(Collected data)
^^^^^^^^^^^^^^^^
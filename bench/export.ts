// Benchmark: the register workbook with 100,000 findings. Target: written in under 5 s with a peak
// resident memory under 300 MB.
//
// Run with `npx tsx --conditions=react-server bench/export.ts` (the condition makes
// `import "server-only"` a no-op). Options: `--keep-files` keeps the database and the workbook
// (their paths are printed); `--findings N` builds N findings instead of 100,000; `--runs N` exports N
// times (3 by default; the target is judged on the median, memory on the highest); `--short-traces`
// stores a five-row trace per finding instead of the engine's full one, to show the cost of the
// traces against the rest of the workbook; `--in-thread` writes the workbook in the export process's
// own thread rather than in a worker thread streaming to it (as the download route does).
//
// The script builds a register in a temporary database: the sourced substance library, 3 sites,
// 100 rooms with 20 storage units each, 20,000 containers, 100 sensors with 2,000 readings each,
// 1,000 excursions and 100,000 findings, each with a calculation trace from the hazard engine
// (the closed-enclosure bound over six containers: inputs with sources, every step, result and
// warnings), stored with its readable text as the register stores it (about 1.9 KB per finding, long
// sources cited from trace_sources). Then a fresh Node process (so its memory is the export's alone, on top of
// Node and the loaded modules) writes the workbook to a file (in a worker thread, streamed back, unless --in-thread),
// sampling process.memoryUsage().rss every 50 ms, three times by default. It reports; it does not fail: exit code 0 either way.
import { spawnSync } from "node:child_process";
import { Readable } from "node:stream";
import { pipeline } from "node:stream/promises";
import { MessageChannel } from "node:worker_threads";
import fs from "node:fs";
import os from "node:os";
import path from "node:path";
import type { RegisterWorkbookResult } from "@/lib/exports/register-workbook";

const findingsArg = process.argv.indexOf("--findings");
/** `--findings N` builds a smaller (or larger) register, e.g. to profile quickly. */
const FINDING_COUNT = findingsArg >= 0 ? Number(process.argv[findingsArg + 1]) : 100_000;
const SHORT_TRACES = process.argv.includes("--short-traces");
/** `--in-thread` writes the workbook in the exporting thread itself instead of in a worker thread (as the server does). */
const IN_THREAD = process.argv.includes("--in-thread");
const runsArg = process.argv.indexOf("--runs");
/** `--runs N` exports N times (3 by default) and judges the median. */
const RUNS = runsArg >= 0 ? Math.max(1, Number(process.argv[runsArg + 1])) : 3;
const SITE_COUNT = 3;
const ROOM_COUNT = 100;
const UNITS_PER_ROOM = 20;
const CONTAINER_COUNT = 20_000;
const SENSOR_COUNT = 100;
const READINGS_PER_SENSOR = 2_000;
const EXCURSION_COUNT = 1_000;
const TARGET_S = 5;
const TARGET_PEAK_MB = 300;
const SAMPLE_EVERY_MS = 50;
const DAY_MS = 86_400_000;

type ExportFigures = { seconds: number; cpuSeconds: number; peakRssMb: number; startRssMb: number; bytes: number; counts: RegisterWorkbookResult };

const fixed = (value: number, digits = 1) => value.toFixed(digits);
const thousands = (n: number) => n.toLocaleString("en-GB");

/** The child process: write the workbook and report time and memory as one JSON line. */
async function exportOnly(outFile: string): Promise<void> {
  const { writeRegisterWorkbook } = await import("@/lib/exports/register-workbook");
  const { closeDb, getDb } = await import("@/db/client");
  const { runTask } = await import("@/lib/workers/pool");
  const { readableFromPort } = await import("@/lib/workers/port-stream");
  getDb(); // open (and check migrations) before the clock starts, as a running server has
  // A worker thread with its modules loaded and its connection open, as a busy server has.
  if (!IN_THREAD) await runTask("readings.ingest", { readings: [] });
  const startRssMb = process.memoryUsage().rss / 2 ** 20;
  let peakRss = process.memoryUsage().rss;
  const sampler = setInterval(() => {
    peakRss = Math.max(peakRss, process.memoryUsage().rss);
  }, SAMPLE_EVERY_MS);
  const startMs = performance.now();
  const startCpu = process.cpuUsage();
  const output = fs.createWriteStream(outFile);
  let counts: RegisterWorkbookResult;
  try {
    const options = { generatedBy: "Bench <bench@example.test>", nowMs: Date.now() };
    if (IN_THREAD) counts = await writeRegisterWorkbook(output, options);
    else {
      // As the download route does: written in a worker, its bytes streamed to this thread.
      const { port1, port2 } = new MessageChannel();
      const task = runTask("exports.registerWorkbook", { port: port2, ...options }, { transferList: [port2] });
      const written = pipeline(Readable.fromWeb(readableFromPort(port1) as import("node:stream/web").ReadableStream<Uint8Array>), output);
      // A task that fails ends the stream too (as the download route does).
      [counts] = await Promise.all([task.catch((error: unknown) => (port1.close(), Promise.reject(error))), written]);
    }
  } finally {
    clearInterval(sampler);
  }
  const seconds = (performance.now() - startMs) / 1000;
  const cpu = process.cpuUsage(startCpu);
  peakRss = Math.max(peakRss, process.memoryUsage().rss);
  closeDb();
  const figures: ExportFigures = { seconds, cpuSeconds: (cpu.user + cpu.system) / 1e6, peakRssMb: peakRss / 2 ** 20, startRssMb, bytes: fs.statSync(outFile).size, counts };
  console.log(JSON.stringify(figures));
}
^^^^^^^^^^^^^^^^
▸ Problem to solve: Your task is to list each line of the records with the word "instead".

▸ Expected output:
// (their paths are printed); `--findings N` builds N findings instead of 100,000; `--runs N` exports N
// stores a five-row trace per finding instead of the engine's full one, to show the cost of the
/** `--in-thread` writes the workbook in the exporting thread itself instead of in a worker thread (as the server does). */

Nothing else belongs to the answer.